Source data
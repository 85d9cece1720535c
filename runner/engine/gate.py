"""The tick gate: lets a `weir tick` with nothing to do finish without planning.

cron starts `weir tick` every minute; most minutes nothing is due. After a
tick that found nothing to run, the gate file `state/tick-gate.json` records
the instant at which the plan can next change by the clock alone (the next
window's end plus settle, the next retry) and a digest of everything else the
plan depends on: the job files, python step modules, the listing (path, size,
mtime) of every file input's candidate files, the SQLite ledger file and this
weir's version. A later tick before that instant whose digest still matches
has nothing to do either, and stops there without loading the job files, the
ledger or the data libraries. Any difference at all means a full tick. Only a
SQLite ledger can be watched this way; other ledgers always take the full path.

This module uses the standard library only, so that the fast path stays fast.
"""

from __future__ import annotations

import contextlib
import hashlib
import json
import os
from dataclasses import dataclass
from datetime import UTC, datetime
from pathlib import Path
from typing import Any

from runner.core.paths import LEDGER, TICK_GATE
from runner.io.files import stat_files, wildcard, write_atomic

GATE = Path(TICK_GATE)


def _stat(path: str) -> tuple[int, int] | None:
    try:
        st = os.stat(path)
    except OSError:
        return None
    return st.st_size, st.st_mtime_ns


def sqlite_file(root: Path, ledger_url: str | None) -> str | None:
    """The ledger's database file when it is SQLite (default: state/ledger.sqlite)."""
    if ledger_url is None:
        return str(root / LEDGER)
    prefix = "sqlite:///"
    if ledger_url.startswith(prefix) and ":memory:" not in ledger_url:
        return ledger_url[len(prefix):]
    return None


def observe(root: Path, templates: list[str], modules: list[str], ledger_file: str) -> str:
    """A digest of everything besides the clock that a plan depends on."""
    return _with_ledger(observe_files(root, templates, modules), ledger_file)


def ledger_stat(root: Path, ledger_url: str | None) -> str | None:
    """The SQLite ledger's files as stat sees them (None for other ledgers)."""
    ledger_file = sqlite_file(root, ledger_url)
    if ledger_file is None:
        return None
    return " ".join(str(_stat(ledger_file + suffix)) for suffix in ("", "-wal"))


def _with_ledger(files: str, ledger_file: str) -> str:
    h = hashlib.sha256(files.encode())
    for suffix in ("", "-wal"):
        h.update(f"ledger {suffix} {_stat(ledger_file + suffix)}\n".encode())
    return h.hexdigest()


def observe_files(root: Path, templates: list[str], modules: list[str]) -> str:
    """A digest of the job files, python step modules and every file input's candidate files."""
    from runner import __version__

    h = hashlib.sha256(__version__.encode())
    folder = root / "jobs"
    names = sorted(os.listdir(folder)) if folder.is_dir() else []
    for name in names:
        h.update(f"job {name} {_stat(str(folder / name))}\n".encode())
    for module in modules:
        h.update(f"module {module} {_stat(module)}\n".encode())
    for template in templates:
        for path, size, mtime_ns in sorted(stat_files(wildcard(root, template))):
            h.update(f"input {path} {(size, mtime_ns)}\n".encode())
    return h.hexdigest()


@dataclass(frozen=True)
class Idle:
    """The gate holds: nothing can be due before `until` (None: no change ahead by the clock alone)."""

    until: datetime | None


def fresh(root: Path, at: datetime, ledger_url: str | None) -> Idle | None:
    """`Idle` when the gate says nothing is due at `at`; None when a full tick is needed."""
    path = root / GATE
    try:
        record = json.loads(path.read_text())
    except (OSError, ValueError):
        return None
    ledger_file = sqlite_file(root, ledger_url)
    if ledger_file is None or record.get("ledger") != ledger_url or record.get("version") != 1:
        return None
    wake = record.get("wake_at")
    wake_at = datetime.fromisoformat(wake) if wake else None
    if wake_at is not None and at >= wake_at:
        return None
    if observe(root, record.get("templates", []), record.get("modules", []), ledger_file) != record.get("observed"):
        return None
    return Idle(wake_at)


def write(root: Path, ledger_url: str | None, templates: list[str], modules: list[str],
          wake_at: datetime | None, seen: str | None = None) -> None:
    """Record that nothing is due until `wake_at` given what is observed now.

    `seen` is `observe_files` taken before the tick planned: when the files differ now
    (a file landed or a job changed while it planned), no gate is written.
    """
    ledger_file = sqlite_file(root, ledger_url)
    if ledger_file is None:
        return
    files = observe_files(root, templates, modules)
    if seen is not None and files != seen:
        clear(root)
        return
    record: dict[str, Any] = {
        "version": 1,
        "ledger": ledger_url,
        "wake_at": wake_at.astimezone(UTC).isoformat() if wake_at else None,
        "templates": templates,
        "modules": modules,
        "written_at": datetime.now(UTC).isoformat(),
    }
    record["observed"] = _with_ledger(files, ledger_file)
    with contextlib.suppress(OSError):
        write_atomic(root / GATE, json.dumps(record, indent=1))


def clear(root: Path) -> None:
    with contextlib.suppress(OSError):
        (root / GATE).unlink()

...

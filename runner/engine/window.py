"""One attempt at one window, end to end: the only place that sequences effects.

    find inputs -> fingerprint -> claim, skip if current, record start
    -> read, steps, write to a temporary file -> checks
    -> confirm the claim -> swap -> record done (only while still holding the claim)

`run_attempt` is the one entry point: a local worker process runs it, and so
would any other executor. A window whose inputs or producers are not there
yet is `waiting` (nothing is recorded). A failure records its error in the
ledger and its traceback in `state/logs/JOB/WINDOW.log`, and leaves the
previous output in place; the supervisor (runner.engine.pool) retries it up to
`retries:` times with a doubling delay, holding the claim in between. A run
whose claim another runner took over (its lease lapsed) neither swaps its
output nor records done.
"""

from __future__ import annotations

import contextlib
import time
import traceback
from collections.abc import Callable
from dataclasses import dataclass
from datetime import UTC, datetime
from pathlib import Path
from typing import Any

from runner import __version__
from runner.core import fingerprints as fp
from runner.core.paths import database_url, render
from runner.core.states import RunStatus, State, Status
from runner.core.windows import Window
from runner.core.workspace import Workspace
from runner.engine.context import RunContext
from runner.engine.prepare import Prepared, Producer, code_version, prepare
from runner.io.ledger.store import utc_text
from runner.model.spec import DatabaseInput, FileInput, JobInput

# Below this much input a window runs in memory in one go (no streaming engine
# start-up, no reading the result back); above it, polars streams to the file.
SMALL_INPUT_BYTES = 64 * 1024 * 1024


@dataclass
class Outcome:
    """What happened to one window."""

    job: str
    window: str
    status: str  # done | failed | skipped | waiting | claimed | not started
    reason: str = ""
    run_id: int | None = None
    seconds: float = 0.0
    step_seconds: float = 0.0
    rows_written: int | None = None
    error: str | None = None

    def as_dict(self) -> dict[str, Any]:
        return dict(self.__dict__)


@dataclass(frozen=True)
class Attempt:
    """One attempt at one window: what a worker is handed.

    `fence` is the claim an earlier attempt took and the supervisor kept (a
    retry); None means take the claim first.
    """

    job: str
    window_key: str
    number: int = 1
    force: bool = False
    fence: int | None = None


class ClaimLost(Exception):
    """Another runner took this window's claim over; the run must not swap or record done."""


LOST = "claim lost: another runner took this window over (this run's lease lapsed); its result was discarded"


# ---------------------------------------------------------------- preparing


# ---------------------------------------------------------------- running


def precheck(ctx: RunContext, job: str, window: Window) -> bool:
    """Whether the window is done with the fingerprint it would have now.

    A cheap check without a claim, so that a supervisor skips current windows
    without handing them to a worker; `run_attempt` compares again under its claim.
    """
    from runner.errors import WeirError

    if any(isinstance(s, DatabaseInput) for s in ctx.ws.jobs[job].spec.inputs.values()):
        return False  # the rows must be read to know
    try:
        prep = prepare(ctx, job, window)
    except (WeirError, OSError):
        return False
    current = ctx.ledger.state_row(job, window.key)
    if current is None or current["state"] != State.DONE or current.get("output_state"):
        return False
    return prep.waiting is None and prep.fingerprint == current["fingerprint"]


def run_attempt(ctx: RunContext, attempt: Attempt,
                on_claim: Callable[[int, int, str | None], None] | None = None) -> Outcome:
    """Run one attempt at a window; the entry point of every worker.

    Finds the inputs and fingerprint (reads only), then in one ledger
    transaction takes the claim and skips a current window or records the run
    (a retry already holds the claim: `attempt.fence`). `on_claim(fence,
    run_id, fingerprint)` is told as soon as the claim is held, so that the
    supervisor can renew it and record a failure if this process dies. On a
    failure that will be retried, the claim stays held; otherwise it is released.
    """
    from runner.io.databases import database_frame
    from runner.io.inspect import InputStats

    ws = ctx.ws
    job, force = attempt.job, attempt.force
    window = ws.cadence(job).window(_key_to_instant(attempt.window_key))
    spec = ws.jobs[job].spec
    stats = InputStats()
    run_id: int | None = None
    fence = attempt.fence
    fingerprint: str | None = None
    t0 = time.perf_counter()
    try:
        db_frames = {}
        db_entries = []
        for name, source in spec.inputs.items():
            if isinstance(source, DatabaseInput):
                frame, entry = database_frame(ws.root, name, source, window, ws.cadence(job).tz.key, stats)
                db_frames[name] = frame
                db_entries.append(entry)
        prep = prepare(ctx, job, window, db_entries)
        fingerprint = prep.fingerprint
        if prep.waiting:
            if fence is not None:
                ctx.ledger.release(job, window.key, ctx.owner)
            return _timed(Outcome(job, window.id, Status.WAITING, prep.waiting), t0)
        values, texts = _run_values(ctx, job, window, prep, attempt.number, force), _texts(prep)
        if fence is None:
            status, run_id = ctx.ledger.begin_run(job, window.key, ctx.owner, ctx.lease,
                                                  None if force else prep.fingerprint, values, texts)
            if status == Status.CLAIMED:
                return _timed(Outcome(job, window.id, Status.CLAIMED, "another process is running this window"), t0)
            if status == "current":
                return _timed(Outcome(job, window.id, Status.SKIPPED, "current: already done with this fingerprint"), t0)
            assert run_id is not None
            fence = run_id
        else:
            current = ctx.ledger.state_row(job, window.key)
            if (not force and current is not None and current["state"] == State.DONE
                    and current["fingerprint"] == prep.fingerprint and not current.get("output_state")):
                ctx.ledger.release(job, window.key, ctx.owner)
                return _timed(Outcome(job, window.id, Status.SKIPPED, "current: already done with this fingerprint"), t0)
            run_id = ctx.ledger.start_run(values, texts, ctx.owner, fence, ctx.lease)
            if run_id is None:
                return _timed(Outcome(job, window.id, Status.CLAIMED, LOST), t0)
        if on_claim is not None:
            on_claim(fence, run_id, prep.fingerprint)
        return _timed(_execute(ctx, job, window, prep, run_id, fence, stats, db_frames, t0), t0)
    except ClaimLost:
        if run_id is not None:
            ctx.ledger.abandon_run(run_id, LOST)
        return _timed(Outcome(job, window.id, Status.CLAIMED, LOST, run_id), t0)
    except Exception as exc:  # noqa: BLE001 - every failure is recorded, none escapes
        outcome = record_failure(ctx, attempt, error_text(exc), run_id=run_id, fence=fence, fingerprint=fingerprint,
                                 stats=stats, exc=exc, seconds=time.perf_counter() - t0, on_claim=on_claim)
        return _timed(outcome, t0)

* * *

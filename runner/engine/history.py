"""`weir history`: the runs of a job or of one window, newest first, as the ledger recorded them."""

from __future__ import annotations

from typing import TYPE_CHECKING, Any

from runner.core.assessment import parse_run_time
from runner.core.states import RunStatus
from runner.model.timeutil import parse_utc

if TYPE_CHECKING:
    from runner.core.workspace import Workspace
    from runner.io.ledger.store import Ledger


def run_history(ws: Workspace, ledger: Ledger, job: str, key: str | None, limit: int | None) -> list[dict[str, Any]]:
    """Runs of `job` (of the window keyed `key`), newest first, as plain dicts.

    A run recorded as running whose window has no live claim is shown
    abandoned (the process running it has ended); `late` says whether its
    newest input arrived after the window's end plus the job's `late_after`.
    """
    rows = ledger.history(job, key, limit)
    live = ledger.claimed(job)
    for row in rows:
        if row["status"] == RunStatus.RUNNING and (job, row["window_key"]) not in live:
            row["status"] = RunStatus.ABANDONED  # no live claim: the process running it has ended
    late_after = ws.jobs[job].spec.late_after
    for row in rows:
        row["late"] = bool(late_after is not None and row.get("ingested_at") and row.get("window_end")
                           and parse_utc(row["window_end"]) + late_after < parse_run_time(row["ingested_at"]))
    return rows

### EXERCISE DIRECTIONS
In the entries above, find the line with "is observed now." and the line with "if seen is not", then restate word for word both of them and every line between, with nothing more.

### RESPONSE
    """Record that nothing is due until `wake_at` given what is observed now.

    `seen` is `observe_files` taken before the tick planned: when the files differ now
    (a file landed or a job changed while it planned), no gate is written.
    """
    ledger_file = sqlite_file(root, ledger_url)
    if ledger_file is None:
        return
    files = observe_files(root, templates, modules)
    if seen is not None and files != seen:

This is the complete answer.